Birleşik Arap Emirlikleri merkezli şirketimiz E-AWB sistemine geçiş sürecini hızlandırmış olup, altı yapı gereksinimlerinin sonuna gelmiştir. Bu yılın 4. çereğinde tam geçiş yapılacağını ön görüyoruz. Gelişen teknolojik ve lojistik altyapılar özellikle minimum karla iş yapan hava kargo sektörünün çağ atlamasını sağlayacak önemli bir projenin ortaya çıkmasını sağlamıştır. E-Freight projesinde tüm tarafların (firmalar, gümrük, havayolu) ortak bir portal üzerinde buluşması ve kullandıkları sistemlerin birbiri ile uyum sağlayabilecği bir altyapıya sahip olması gerekiyor ancak uyum geçiş süreci ve bürokratik yapı nedeniyle belki beklendiği kadar kolay ve hızlı olamayabilir. Sektörün tüm taraflarının en erken 2019 yılı başında tam anlamı ile bu projeye uyum sağlayabileceğini ön görüyorum.

 

İstanbul’un 3. havalimanının ilk etap açılışının 29 Ekim 2018 tarihinde yapılması planlanıyor. Kargo acenteleri için de ofis kiralamaları bir süre önce başladı. Inchcape Shipping Services olarak kiralama yaptınız mı? Sizce m2 başına kira ücretleri makul seviyelerde mi?  

 

İstanbul’un 3. Havalimanındaki kargo binasınıda geçen yıl itibari ile ofis kiralamasını yaptık.

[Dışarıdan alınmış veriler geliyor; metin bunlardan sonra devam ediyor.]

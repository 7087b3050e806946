//! The page: sections in reading order, each figure also kept in a `data-` attribute so a
//! test (or a script) can read the numbers back without parsing prose.

use std::fmt::Write;
use std::path::Path;

use super::RunFacts;
use super::gather::{Aggregates, Tally};
use super::ranges::RecipeRanges;
use super::rejects::Grouped;
use super::svg::{esc, histogram, num, scatter};

/// The style sheet's file name beside the page.
pub const CSS_NAME: &str = "report.css";
/// The style sheet (our own; no framework).
pub const CSS: &str = include_str!("report.css");

/// Everything the page shows.
pub struct Page<'a> {
    pub out: &'a Path,
    pub facts: Option<&'a RunFacts>,
    pub recipe_text: Option<&'a str>,
    pub ranges: &'a RecipeRanges,
    pub agg: &'a Aggregates,
    pub rejects: &'a Option<Grouped>,
    pub left_out: &'a Option<Grouped>,
    pub cards: &'a [String],
    pub sample_seed: u64,
    pub sample_size: usize,
    pub not_found: &'a [String],
}

fn tile(s: &mut String, key: &str, value: &str, exact: &str, label: &str) {
    let _ = write!(
        s,
        r#"<div class="tile" data-figure="{key}" data-value="{}"><span class="figure">{}</span><span class="label">{}</span></div>"#,
        esc(exact),
        esc(value),
        esc(label)
    );
}

fn ids(t: &Tally) -> String {
    if t.count == 0 {
        return "none".into();
    }
    let mut s = t
        .first
        .iter()
        .map(|i| format!("<code>{}</code>", esc(i)))
        .collect::<Vec<_>>()
        .join(", ");
    if t.count as usize > t.first.len() {
        s.push_str(" …");
    }
    s
}
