/// A clip's plan: slices and left-out stretches, each in time order; every unit is in exactly
/// one of them.
#[derive(Debug, Clone, PartialEq, Default)]
pub struct Plan {
    /// The slices.
    pub slices: Vec<PlannedSlice>,
    /// What could not be sliced within the limits.
    pub left_out: Vec<LeftOut>,
}

/// τ of the boundary cost, seconds (see the module doc).
const GAP_SCALE_S: f64 = 0.25;

/// What a partial solution costs, compared field by field in this order.
#[derive(Debug, Clone, Copy, PartialEq, Default)]
struct Score {
    left_samples: u64,
    left_units: usize,
    split_lines: usize,
    boundaries: f64,
}

impl Score {
    fn better_than(&self, other: &Score) -> bool {
        (self.left_samples, self.left_units, self.split_lines)
            .cmp(&(other.left_samples, other.left_units, other.split_lines))
            .then(self.boundaries.total_cmp(&other.boundaries))
            .is_lt()
    }
}

#[derive(Debug, Clone, Copy)]
enum Step {
    /// Units `from..here` form a slice.
    Slice { from: usize },
    /// The unit before `here` is left out.
    Leave,
}
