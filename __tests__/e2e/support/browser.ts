import fs from 'node:fs';
import os from 'node:os';
import path from 'node:path';

import { chromium, type BrowserContext, type Page } from 'playwright-core';

const CHROMIUM = process.env.CHROMIUM_PATH ?? '/usr/bin/chromium';

// Headless Debian Chromium on a closed network: no first-run, sync or background traffic.
const CHROMIUM_ARGS = [
  '--headless',
  '--no-sandbox',
  '--disable-gpu',
  '--disable-quic',
  '--no-first-run',
  '--disable-background-networking',
  '--disable-component-update',
  '--disable-sync',
];

export type Viewport = { width: number; height: number };

export const PHONE: Viewport = { width: 390, height: 844 };
export const DESKTOP: Viewport = { width: 1440, height: 900 };

export type BrowserSession = { context: BrowserContext; page: Page; close: () => Promise<void> };

/** A fresh browser profile (own cookies) at the given window size. */
export async function openBrowser(viewport: Viewport): Promise<BrowserSession> {
  const profile = fs.mkdtempSync(path.join(os.tmpdir(), 'junctura-e2e-chromium-'));
  const context = await chromium.launchPersistentContext(profile, {
    executablePath: CHROMIUM,
    args: CHROMIUM_ARGS,
    headless: true,
    viewport,
  });
  const page = context.pages()[0] ?? (await context.newPage());
  return {
    context,
    page,
    close: async () => {
      await context.close();
      fs.rmSync(profile, { recursive: true, force: true });
    },
  };
}
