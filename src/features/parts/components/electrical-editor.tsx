import { StyleSheet, View } from 'react-native';

import { Button, Text } from '@/components/ui';
import { spacing } from '@/constants/theme';

import type { DropoutRow, ElectricalValues, LimitRow } from '../part-form-values';
import { NumberField } from './number-field';
import { RowList } from './row-list';

const DROPOUT_COLUMNS = [
  { key: 'currentA', label: 'Current', unit: 'A' },
  { key: 'voltageV', label: 'Dropout', unit: 'V' },
] as const;
const LIMIT_COLUMNS = [
  { key: 'differentialV', label: 'Vin − Vout', unit: 'V' },
  { key: 'currentA', label: 'Limit', unit: 'A' },
] as const;

export type ElectricalEditorProps = { value: ElectricalValues; onChange: (value: ElectricalValues) => void; onRemove: () => void };

/** Iq, dropout and current-limit points, thermal shutdown: the part's electrical model for studies. */
export function ElectricalEditor({ value, onChange, onRemove }: ElectricalEditorProps) {
  return (
    <View style={styles.editor}>
      <View style={styles.row}>
        <NumberField label="Quiescent current Iq" unit="A" path="electrical.iqA" value={value.iqA} placeholder="0" hint="Input current that does not reach the load, e.g. 5 mA." onChange={(iqA) => onChange({ ...value, iqA })} />
      </View>
      <RowList<DropoutRow>
        title="Dropout against current (current rising)"
        item="dropout point"
        rows={value.dropout}
        columns={DROPOUT_COLUMNS}
        path="electrical.dropout.points"
        blank={{ currentA: '', voltageV: '' }}
        emptyText="No dropout points: 0 V."
        onChange={(dropout) => onChange({ ...value, dropout })}
      />
      <RowList<LimitRow>
        title="Current limit against Vin − Vout (foldback)"
        item="limit point"
        rows={value.currentLimit}
        columns={LIMIT_COLUMNS}
        path="electrical.currentLimit.points"
        blank={{ differentialV: '', currentA: '' }}
        emptyText="No current-limit points: no limit."
        onChange={(currentLimit) => onChange({ ...value, currentLimit })}
      />
      <View style={styles.block}>
        <Text variant="label" tone="muted">
          Thermal shutdown
        </Text>
        {value.shutdown ? (
          <View style={styles.row}>
            <NumberField label="Trips at" unit="°C" path="electrical.thermalShutdown.tripC" value={value.tripC} onChange={(tripC) => onChange({ ...value, tripC })} />
            <NumberField label="Resumes lower by" unit="K" path="electrical.thermalShutdown.hysteresisK" value={value.hysteresisK} onChange={(hysteresisK) => onChange({ ...value, hysteresisK })} />
            <Button label="No shutdown" variant="ghost" onPress={() => onChange({ ...value, shutdown: false })} />
          </View>
        ) : (
          <Button label="Add thermal shutdown" variant="ghost" style={styles.start} onPress={() => onChange({ ...value, shutdown: true })} />
        )}
      </View>
      <Button label="Remove the electrical model" variant="secondary" style={styles.start} onPress={onRemove} />
    </View>
  );
}

const styles = StyleSheet.create({
  editor: { gap: spacing.md },
  row: { flexDirection: 'row', flexWrap: 'wrap', alignItems: 'flex-start', gap: spacing.sm },
  block: { gap: spacing.xs },
  start: { alignSelf: 'flex-start' },
});
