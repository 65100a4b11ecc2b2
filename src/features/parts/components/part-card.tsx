import { StyleSheet, View } from 'react-native';

import { PressableLink, Text } from '@/components/ui';
import { color, radius, spacing } from '@/constants/theme';
import { DemoBadge } from '@/features/catalogues/components/demo-badge';
import { formatQuantity } from '@/features/studies/quantity-format';

import { KIND_LABEL, rthJcKPerW, thermalLabel } from '../part-format';
import type { Part } from '../types';
import { PartBadges } from './part-badges';

export type PartCardProps = { part: Part };

/** A part on a phone: name, kind and package, Tj,max and Rθjc, and the models it carries. */
export function PartCard({ part: p }: PartCardProps) {
  return (
    <PressableLink href={`/parts/${p.id}`} testID={`part-card-${p.id}`} style={styles.card} activeStyle={styles.active}>
      <View style={styles.head}>
        <Text variant="bodyStrong" style={styles.name}>
          {p.name}
        </Text>
        {p.isDemo ? <DemoBadge /> : null}
      </View>
      <Text tone="muted">{[KIND_LABEL[p.kind], p.packageName].filter(Boolean).join(' · ')}</Text>
      <Text>
        Tj,max {formatQuantity(p.tjMaxC, '°C')} · Rθjc {formatQuantity(rthJcKPerW(p.thermal), 'K/W')}
      </Text>
      <Text variant="caption" tone="faint">
        {thermalLabel(p.thermal)}
      </Text>
      <PartBadges part={p} withDemo={false} />
    </PressableLink>
  );
}

const styles = StyleSheet.create({
  card: { gap: spacing.xs, padding: spacing.lg, borderRadius: radius.lg, borderWidth: 1, borderColor: color.border, backgroundColor: color.surface },
  active: { borderColor: color.accent },
  head: { flexDirection: 'row', justifyContent: 'space-between', alignItems: 'flex-start', gap: spacing.sm },
  name: { flexShrink: 1 },
});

Kira ücretlerinin AHL’e ofis maliyetleri ile kıyasladığımızda çok daha pahalı olduğunu ve revizeye gidilmesinin şart olduğunu düşünüyorum.

 

AHL’den 3. Havalimanına geçiş süreci konusunda çok farklı senaryolar var. İlk başlangıçta tüm tarifeli seferlerin 3. Havalimanına kaydırılacağı konuşuluyor. İlk bir yıl kargo uçaklarının AHL’den uçuşlarını icra edeceğine dair duyumlar var. Sektörümüz açısından bu süreçteki muhtemel operasyonel aksaklıklar neler olur?

 

Yeni havalimanındaki tesisler tamamlanana kadar kargo uçuşları Atatürk Havalimanından devam edeceği yönündedir. Yolcu uçaklarında taşınan kargoların devamı kargo uçağında olacaksa, bu kargolar bir süre karayoluyla AHL’ye taşınacak ve bu durum kargoların operasyon sürecinin gecikmesine sebep olacaktır, bu gecikme ile beraber her iki havalimanında işlem yapmak adına ofislerin faaliyet yürütmesi gerekmektedir dolayısıyla maliyetlerin artışı kaçınmaz olacaktır.

 

İstanbul’un 3. havalimanı açıldıktan sonra hava kargo taşımacılığı açısından kısa ve orta vadede bir kapasite artışı bekliyor musunuz? AHL’ye slot yüzünden gelmeyen havayolları 3. Havalimanına uçmaya başlar mı? Sektörümüze yansıması nasıl olur?

 

İstanbul’a yapılacak 3. havalimanının hava kargo taşımacılığı sektörüne büyük bir ivme kazandıracaktır. Türkiye’nin transit üssü olma hedefine büyük bir adım olacaktır. Özellikle global firmaların bu potansiyeli değerlendireceğinden eminim.

 

Sizce Türkiye’deki hava kargo taşımacılığı sektörünün gelişimini engelleyen sorunlar nelerdir? Bu sorunlara olan çözüm önerileriniz nedir?

 

Türkiye’de hava kargo sektörünün, altyapıdaki yetersizlikler ve bürokratik sorunlar nedeniyle hizmet kalitesinde olması gereken noktada henüz olmadığı düşünüyorum. Yeterli ve elverişli bir alt yapının sağlanması büyüyen lojistik sektörü ile beraber hayata geçirilmesi sektöre büyüme kazandıracaktır.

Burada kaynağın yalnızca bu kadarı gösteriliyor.